START EXCERPTED RECORDS

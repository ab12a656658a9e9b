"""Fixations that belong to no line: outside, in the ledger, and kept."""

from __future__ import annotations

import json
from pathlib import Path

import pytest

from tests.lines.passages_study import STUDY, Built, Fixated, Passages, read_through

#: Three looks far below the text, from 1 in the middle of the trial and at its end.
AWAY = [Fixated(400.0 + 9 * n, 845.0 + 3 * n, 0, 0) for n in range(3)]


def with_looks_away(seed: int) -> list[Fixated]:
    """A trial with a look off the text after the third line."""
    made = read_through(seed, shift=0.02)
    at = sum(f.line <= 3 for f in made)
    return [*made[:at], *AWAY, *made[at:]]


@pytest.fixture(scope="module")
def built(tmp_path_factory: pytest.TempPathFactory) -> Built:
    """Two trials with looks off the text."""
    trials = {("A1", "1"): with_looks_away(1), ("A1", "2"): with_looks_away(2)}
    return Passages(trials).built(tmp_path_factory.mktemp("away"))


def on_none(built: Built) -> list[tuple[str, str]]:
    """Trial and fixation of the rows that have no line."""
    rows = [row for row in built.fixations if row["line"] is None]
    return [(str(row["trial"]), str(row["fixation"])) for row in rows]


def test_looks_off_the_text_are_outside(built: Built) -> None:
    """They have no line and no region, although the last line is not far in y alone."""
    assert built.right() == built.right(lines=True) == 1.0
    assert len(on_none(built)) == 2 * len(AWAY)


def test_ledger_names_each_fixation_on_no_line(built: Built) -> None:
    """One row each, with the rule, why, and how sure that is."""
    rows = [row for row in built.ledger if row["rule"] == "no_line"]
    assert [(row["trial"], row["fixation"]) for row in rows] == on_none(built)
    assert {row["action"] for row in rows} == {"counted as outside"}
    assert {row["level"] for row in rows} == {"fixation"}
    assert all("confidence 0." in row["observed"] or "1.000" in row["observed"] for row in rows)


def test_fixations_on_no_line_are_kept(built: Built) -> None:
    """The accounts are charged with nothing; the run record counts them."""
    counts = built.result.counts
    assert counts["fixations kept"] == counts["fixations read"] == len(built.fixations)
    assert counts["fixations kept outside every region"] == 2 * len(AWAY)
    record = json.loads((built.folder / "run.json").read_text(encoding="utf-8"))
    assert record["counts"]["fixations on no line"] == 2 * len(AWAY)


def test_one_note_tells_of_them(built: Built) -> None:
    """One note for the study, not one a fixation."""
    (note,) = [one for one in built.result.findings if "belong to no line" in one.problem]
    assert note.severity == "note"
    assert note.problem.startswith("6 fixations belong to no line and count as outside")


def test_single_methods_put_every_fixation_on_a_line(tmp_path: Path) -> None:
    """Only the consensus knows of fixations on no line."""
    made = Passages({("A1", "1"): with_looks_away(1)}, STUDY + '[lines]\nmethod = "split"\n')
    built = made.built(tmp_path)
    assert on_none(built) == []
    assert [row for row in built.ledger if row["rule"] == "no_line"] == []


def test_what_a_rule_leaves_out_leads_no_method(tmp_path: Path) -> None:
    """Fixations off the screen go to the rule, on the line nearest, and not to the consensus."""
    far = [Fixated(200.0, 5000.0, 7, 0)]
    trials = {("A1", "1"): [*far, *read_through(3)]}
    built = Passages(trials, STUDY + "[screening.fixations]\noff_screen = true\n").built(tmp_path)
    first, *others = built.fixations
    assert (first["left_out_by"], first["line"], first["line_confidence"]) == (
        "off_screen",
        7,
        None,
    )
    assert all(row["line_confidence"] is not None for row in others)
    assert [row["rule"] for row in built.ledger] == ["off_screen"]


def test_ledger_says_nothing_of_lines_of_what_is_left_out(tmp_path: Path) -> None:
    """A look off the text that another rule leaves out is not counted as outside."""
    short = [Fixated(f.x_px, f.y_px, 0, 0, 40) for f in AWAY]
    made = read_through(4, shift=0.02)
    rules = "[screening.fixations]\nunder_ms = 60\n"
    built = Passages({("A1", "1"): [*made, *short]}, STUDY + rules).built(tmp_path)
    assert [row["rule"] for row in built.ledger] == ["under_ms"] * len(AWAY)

END EXCERPTED RECORDS
START EXCERPTED RECORDS

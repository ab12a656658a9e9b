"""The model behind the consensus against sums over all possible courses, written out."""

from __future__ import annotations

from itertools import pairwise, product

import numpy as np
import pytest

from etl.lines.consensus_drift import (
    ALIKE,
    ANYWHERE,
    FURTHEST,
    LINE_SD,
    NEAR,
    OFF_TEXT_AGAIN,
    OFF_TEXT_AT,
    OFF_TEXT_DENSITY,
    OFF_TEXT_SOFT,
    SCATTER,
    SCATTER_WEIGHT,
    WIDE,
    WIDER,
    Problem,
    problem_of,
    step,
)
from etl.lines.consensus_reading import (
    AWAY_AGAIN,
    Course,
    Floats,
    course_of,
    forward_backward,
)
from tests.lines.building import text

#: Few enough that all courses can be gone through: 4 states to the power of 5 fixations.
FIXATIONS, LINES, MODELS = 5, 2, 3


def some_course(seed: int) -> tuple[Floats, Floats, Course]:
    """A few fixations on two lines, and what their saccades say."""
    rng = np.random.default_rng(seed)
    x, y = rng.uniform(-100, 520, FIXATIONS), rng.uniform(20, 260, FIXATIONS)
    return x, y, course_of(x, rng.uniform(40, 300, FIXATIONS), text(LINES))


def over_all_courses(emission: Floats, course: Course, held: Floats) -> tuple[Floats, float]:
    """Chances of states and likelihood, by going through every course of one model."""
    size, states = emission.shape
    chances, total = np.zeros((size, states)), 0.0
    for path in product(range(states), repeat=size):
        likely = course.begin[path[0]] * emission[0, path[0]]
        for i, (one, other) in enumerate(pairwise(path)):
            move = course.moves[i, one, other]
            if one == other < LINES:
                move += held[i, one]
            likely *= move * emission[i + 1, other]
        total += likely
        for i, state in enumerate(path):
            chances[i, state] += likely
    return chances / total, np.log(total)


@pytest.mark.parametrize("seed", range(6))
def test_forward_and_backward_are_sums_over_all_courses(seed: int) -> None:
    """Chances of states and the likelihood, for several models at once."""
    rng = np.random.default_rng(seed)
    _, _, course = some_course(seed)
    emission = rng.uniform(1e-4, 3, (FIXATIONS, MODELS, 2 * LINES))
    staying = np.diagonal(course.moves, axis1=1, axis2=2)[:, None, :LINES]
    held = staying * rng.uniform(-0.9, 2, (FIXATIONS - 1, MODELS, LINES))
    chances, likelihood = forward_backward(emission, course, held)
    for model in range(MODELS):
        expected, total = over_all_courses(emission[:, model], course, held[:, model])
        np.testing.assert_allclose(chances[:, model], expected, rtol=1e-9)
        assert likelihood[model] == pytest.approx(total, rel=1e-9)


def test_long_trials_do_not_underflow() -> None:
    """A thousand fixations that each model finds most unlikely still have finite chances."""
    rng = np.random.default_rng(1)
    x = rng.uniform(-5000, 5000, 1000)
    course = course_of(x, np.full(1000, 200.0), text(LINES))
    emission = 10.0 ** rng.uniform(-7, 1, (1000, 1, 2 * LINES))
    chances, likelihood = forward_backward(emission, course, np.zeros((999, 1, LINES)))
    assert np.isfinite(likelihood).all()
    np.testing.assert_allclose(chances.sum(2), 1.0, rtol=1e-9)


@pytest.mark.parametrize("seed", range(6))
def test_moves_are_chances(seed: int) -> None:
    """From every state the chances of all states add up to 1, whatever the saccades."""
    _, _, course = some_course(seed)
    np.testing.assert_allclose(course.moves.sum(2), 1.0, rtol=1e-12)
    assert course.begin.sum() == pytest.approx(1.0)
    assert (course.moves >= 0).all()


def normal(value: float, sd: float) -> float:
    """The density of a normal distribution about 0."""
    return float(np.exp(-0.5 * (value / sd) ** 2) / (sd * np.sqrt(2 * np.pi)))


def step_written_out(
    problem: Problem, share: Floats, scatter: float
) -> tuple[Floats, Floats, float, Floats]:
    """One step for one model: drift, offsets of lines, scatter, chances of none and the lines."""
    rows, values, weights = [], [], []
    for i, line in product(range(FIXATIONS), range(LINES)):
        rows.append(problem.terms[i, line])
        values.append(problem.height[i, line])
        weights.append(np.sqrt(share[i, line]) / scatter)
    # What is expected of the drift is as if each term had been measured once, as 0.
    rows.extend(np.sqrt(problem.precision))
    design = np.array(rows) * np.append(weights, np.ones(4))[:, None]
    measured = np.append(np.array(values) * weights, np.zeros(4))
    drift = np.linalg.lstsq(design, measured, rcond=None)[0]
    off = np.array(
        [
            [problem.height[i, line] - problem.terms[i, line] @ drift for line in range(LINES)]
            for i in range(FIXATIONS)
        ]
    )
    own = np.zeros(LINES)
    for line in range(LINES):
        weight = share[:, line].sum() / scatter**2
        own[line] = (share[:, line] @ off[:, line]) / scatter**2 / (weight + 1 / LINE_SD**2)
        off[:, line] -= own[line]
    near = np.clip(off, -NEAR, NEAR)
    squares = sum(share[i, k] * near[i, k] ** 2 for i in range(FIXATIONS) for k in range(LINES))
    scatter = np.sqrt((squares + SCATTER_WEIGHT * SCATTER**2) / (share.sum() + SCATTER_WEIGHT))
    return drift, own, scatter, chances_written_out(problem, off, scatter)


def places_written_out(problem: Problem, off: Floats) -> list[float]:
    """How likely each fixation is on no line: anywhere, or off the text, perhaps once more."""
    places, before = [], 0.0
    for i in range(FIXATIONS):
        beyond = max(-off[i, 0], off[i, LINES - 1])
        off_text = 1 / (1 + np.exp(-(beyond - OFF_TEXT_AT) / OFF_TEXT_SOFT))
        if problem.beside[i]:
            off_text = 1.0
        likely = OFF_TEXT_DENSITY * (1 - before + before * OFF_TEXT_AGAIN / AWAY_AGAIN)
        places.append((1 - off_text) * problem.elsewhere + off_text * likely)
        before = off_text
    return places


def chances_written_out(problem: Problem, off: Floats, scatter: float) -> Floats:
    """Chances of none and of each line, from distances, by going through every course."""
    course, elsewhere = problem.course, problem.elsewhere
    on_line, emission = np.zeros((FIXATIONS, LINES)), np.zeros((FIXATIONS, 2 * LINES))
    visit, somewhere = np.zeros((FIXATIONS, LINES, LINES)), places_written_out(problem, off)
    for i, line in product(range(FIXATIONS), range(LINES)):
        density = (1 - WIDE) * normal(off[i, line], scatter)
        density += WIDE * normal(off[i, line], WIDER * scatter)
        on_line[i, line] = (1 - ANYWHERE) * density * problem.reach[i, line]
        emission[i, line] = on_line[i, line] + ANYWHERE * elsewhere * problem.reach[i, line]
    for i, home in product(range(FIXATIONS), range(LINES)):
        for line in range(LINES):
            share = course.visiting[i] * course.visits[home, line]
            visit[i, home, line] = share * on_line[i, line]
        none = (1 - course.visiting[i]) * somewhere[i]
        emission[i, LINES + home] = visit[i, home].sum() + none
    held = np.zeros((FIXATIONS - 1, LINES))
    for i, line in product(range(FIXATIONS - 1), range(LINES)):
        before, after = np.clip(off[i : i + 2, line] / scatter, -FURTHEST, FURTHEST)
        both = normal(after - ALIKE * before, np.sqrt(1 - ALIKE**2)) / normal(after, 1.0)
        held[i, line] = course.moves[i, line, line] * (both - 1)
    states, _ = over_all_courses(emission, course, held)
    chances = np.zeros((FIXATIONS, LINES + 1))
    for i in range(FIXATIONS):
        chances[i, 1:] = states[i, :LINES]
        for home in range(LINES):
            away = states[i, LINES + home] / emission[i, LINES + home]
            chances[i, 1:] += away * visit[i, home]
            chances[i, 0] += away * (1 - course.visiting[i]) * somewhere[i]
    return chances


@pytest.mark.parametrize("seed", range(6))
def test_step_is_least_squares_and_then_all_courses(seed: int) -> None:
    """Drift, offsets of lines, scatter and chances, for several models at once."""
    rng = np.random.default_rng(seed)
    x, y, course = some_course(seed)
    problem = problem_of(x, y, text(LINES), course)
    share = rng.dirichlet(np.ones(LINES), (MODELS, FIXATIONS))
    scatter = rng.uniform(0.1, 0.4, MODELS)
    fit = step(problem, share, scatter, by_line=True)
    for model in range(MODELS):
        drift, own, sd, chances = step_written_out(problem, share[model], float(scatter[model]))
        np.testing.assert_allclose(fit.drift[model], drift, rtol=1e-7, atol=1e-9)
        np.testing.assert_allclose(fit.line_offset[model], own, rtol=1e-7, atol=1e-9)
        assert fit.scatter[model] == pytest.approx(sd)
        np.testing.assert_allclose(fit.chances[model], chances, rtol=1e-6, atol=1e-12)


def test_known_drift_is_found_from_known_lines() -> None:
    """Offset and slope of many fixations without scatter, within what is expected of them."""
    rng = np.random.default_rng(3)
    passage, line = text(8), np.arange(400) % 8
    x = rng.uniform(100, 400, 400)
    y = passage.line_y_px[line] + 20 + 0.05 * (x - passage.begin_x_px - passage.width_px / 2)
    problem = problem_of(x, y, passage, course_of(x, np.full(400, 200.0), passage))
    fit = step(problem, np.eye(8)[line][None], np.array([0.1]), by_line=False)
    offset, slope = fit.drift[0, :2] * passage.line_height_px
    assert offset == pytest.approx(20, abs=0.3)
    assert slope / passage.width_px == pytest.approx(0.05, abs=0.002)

END EXCERPTED RECORDS
START EXCERPTED RECORDS

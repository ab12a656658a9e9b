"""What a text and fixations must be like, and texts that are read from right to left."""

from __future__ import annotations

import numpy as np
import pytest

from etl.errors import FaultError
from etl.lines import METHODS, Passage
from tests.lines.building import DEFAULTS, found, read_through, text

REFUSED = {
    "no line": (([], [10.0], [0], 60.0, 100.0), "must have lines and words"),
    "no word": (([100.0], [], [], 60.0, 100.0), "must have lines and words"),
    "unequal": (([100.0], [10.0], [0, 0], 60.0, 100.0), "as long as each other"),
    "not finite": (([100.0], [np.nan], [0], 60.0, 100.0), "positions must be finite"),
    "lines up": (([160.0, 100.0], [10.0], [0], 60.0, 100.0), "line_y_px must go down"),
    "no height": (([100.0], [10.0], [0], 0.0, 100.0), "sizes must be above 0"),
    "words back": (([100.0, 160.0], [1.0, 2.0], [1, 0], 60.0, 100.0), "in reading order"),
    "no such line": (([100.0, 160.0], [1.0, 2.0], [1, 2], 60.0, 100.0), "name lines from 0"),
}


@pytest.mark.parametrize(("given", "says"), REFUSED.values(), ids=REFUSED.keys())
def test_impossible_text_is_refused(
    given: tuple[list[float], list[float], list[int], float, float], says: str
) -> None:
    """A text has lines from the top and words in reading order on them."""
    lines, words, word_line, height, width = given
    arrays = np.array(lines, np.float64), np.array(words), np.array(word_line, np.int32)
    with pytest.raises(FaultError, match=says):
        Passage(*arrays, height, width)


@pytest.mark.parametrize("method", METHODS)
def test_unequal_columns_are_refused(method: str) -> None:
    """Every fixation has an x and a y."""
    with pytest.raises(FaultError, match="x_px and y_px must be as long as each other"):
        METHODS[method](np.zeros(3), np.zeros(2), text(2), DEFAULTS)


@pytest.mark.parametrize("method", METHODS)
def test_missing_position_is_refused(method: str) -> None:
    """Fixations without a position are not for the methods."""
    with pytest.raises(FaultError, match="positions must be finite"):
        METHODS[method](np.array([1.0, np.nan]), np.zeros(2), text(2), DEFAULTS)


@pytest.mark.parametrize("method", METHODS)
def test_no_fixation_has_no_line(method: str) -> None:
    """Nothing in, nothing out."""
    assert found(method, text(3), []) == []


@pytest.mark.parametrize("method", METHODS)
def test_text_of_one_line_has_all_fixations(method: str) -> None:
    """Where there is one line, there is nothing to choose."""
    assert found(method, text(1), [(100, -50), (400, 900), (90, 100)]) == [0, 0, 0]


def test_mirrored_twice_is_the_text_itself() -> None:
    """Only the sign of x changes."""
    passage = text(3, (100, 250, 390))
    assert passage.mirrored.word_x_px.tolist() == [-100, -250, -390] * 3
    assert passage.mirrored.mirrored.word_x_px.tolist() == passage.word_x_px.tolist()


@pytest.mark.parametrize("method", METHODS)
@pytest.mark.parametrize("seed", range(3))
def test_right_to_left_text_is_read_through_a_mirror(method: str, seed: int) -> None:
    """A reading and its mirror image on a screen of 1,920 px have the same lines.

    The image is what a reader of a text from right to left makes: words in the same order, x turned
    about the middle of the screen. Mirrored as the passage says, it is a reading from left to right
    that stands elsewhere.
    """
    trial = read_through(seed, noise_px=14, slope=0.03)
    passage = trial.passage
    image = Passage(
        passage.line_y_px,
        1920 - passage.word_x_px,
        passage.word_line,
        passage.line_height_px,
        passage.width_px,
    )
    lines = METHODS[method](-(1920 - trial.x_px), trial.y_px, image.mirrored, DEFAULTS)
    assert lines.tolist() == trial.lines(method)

END EXCERPTED RECORDS

■ **WORK TASK**
The lines that contain the word "enumerate" are wanted; copy each of them from the records.

■ **EXERCISE RESULT**
        for i, (one, other) in enumerate(pairwise(path)):
        for i, state in enumerate(path):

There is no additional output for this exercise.